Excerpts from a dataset
::::::::

package org.evanesce.geometry;

import static org.junit.jupiter.api.Assertions.assertEquals;
import static org.junit.jupiter.api.Assertions.assertFalse;
import static org.junit.jupiter.api.Assertions.assertThrows;
import static org.junit.jupiter.api.Assertions.assertTrue;

import org.evanesce.geometry.shape.Ellipse;
import org.evanesce.geometry.shape.Rectangle;
import org.junit.jupiter.api.Test;

/**
 * Perfect conductors on the grid: σ = +∞, never averaged into the cells their faces cut (a staircase, common
 * practice for a conductor without a conformal update), while the other faces of the same scene are still smoothed.
 */
class PerfectConductorRasterTest {

    private static final double D = 20e-9;
    private static final Material PEC = Material.perfectConductor("pec");
    private static final Material GLASS = new Material("glass", 2.25, 0.0);

    @Test
    void aPerfectConductorIsTheLimitOfInfiniteConductivity() {
        assertTrue(PEC.isPerfectConductor());
        assertEquals(Double.POSITIVE_INFINITY, PEC.conductivity());
        assertFalse(new Material("good", 1, 1e9).isPerfectConductor());
        assertThrows(IllegalArgumentException.class, () -> new Material("x", 1, Double.NaN));
        assertThrows(IllegalArgumentException.class, () -> new Material("x", 1, Double.NEGATIVE_INFINITY));
    }

    @Test
    void aConductingDiskIsAStaircaseWhileAGlassDiskBesideItIsSmoothed() {
        Scene scene = Scene.builder(Material.VACUUM)
                .add(Ellipse.disk(10.23 * D, 10.41 * D, 6.3 * D), PEC)
                .add(Ellipse.disk(30.17 * D, 10.29 * D, 6.3 * D), GLASS)
                .build();
        GridSpec grid = new GridSpec(0, 0, D, 42, 21);
        MaterialGrid smooth = Rasterizer.rasterize(scene, grid, Smoothing.ANISOTROPIC);
        MaterialGrid stair = Rasterizer.rasterize(scene, grid, Smoothing.NONE);
        int conductorSites = 0;
        int smoothedSites = 0;
        for (FieldSite s : FieldSite.values()) {
            for (int j = 0; j < 21; j++) {
                for (int i = 0; i < 42; i++) {
                    Material m = smooth.material(s, i, j);
                    if (i < 20) {
                        assertEquals(stair.material(s, i, j), m, s + " (" + i + ", " + j + "): the point-sampled material");
                        conductorSites += m.isPerfectConductor() ? 1 : 0;
                    } else if (m != GLASS && m != Material.VACUUM) {
                        smoothedSites++;
                        assertFalse(m.isPerfectConductor(), s + " (" + i + ", " + j + ")");
                    }
                }
            }
        }
        // π (6.3)² ≈ 125 sites of each kind inside the disk
        assertTrue(conductorSites > 3 * 110 && conductorSites < 3 * 140, "conductor sites: " + conductorSites);
        assertTrue(smoothedSites > 3 * 20, "the glass disk's cut sites are still smoothed: " + smoothedSites);
    }

    @Test
    void aConductorOverGlassKeepsThePointSampledMaterialWhereBothMeet() {
        // a conducting block over half of a glass block: the pixels its faces cut are point-sampled
        Scene scene = Scene.builder(Material.VACUUM)
                .add(Rectangle.ofCorners(2.3 * D, 2.3 * D, 15.6 * D, 15.6 * D), GLASS)
                .add(Rectangle.ofCorners(8.45 * D, 0, 20 * D, 20 * D), PEC)
                .build();
        GridSpec grid = new GridSpec(0, 0, D, 20, 20);
        MaterialGrid smooth = Rasterizer.rasterize(scene, grid, Smoothing.ANISOTROPIC);
        MaterialGrid stair = Rasterizer.rasterize(scene, grid, Smoothing.NONE);
        for (FieldSite s : FieldSite.values()) {
            for (int j = 0; j < 20; j++) {
                for (int i = 8; i < 10; i++) {
                    assertEquals(stair.material(s, i, j), smooth.material(s, i, j), s + " (" + i + ", " + j + ")");
                }
            }
        }
    }
}
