import java.io.IOException;
import java.io.PrintWriter;
import java.nio.charset.StandardCharsets;
import java.nio.file.Files;
import java.nio.file.NoSuchFileException;
import java.nio.file.Path;
import java.nio.file.attribute.PosixFilePermissions;
import java.util.ArrayList;
import java.util.HashSet;
import java.util.LinkedHashMap;
import java.util.LinkedHashSet;
import java.util.List;
import java.util.Locale;
import java.util.Map;
import java.util.Set;
import java.util.concurrent.Callable;
import java.util.regex.Matcher;
import java.util.regex.Pattern;
import org.evanesce.io.casefile.CaseFileException;
import org.evanesce.io.plan.CaseLoader;
import org.evanesce.io.casefile.CaseText;
import org.evanesce.io.casefile.model.CaseSpec;
import org.evanesce.io.casefile.text.Diagnostic;
import org.evanesce.io.casefile.LoadedCase;
import org.evanesce.io.casefile.text.Located;
import org.evanesce.io.casefile.ReadOptions;
import org.evanesce.io.casefile.model.SweepSpec;
import org.evanesce.io.output.Json;
import org.evanesce.io.output.OutputFolders;
import org.evanesce.io.plan.CasePlan;
import org.evanesce.io.plan.CasePlanner;
import org.evanesce.io.plan.PlanException;
import org.evanesce.io.run.CaseRunner;
import org.evanesce.io.run.IncidentPowerCache;
import org.evanesce.io.run.RunOutputs;
import org.evanesce.io.sweep.Parallelism;
import org.evanesce.io.sweep.PointHash;
import org.evanesce.io.sweep.SlurmScript;
import org.evanesce.io.sweep.SampleSummary;
import org.evanesce.io.sweep.SweepExtrema;
import org.evanesce.io.sweep.SweepFolder;
import org.evanesce.io.sweep.SweepMerge;
import org.evanesce.io.sweep.SweepPoint;
import org.evanesce.io.sweep.SweepRecord;
import org.evanesce.io.sweep.SweepRunner;
import org.evanesce.solver.DivergenceException;
import picocli.CommandLine.Command;
import picocli.CommandLine.Mixin;
import picocli.CommandLine.Model.CommandSpec;
import picocli.CommandLine.Option;
import picocli.CommandLine.ParameterException;
import picocli.CommandLine.Spec;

::::::::

# Exercise
Word for word, transcribe each of the entries above.

# Worked solution
package org.evanesce.geometry;

import static org.junit.jupiter.api.Assertions.assertEquals;
import static org.junit.jupiter.api.Assertions.assertFalse;
import static org.junit.jupiter.api.Assertions.assertThrows;
import static org.junit.jupiter.api.Assertions.assertTrue;

import org.evanesce.geometry.shape.Ellipse;
import org.evanesce.geometry.shape.Rectangle;
import org.junit.jupiter.api.Test;

/**
 * Perfect conductors on the grid: σ = +∞, never averaged into the cells their faces cut (a staircase, common
 * practice for a conductor without a conformal update), while the other faces of the same scene are still smoothed.
 */
class PerfectConductorRasterTest {

    private static final double D = 20e-9;
    private static final Material PEC = Material.perfectConductor("pec");
    private static final Material GLASS = new Material("glass", 2.25, 0.0);

    @Test
    void aPerfectConductorIsTheLimitOfInfiniteConductivity() {
        assertTrue(PEC.isPerfectConductor());
        assertEquals(Double.POSITIVE_INFINITY, PEC.conductivity());
        assertFalse(new Material("good", 1, 1e9).isPerfectConductor());
        assertThrows(IllegalArgumentException.class, () -> new Material("x", 1, Double.NaN));
        assertThrows(IllegalArgumentException.class, () -> new Material("x", 1, Double.NEGATIVE_INFINITY));
    }

    @Test
    void aConductingDiskIsAStaircaseWhileAGlassDiskBesideItIsSmoothed() {
        Scene scene = Scene.builder(Material.VACUUM)
                .add(Ellipse.disk(10.23 * D, 10.41 * D, 6.3 * D), PEC)
                .add(Ellipse.disk(30.17 * D, 10.29 * D, 6.3 * D), GLASS)
                .build();
        GridSpec grid = new GridSpec(0, 0, D, 42, 21);
        MaterialGrid smooth = Rasterizer.rasterize(scene, grid, Smoothing.ANISOTROPIC);
        MaterialGrid stair = Rasterizer.rasterize(scene, grid, Smoothing.NONE);
        int conductorSites = 0;
        int smoothedSites = 0;
        for (FieldSite s : FieldSite.values()) {
            for (int j = 0; j < 21; j++) {
                for (int i = 0; i < 42; i++) {
                    Material m = smooth.material(s, i, j);
                    if (i < 20) {
                        assertEquals(stair.material(s, i, j), m, s + " (" + i + ", " + j + "): the point-sampled material");
                        conductorSites += m.isPerfectConductor() ? 1 : 0;
                    } else if (m != GLASS && m != Material.VACUUM) {
                        smoothedSites++;
                        assertFalse(m.isPerfectConductor(), s + " (" + i + ", " + j + ")");
                    }
                }
            }
        }
        // π (6.3)² ≈ 125 sites of each kind inside the disk
        assertTrue(conductorSites > 3 * 110 && conductorSites < 3 * 140, "conductor sites: " + conductorSites);
        assertTrue(smoothedSites > 3 * 20, "the glass disk's cut sites are still smoothed: " + smoothedSites);
    }

    @Test
    void aConductorOverGlassKeepsThePointSampledMaterialWhereBothMeet() {
        // a conducting block over half of a glass block: the pixels its faces cut are point-sampled
        Scene scene = Scene.builder(Material.VACUUM)
                .add(Rectangle.ofCorners(2.3 * D, 2.3 * D, 15.6 * D, 15.6 * D), GLASS)
                .add(Rectangle.ofCorners(8.45 * D, 0, 20 * D, 20 * D), PEC)
                .build();
        GridSpec grid = new GridSpec(0, 0, D, 20, 20);
        MaterialGrid smooth = Rasterizer.rasterize(scene, grid, Smoothing.ANISOTROPIC);
        MaterialGrid stair = Rasterizer.rasterize(scene, grid, Smoothing.NONE);
        for (FieldSite s : FieldSite.values()) {
            for (int j = 0; j < 20; j++) {
                for (int i = 8; i < 10; i++) {
                    assertEquals(stair.material(s, i, j), smooth.material(s, i, j), s + " (" + i + ", " + j + ")");
                }
            }
        }
    }
}
import java.io.IOException;
import java.io.PrintWriter;
import java.nio.charset.StandardCharsets;
import java.nio.file.Files;
import java.nio.file.NoSuchFileException;
import java.nio.file.Path;
import java.nio.file.attribute.PosixFilePermissions;
import java.util.ArrayList;
import java.util.HashSet;
import java.util.LinkedHashMap;
import java.util.LinkedHashSet;
import java.util.List;
import java.util.Locale;
import java.util.Map;
import java.util.Set;
import java.util.concurrent.Callable;
import java.util.regex.Matcher;
import java.util.regex.Pattern;
import org.evanesce.io.casefile.CaseFileException;
import org.evanesce.io.plan.CaseLoader;
import org.evanesce.io.casefile.CaseText;
import org.evanesce.io.casefile.model.CaseSpec;
import org.evanesce.io.casefile.text.Diagnostic;
import org.evanesce.io.casefile.LoadedCase;
import org.evanesce.io.casefile.text.Located;
import org.evanesce.io.casefile.ReadOptions;
import org.evanesce.io.casefile.model.SweepSpec;
import org.evanesce.io.output.Json;
import org.evanesce.io.output.OutputFolders;
import org.evanesce.io.plan.CasePlan;
import org.evanesce.io.plan.CasePlanner;
import org.evanesce.io.plan.PlanException;
import org.evanesce.io.run.CaseRunner;
import org.evanesce.io.run.IncidentPowerCache;
import org.evanesce.io.run.RunOutputs;
import org.evanesce.io.sweep.Parallelism;
import org.evanesce.io.sweep.PointHash;
import org.evanesce.io.sweep.SlurmScript;
import org.evanesce.io.sweep.SampleSummary;
import org.evanesce.io.sweep.SweepExtrema;
import org.evanesce.io.sweep.SweepFolder;
import org.evanesce.io.sweep.SweepMerge;
import org.evanesce.io.sweep.SweepPoint;
import org.evanesce.io.sweep.SweepRecord;
import org.evanesce.io.sweep.SweepRunner;
import org.evanesce.solver.DivergenceException;
import picocli.CommandLine.Command;
import picocli.CommandLine.Mixin;
import picocli.CommandLine.Model.CommandSpec;
import picocli.CommandLine.Option;
import picocli.CommandLine.ParameterException;
import picocli.CommandLine.Spec;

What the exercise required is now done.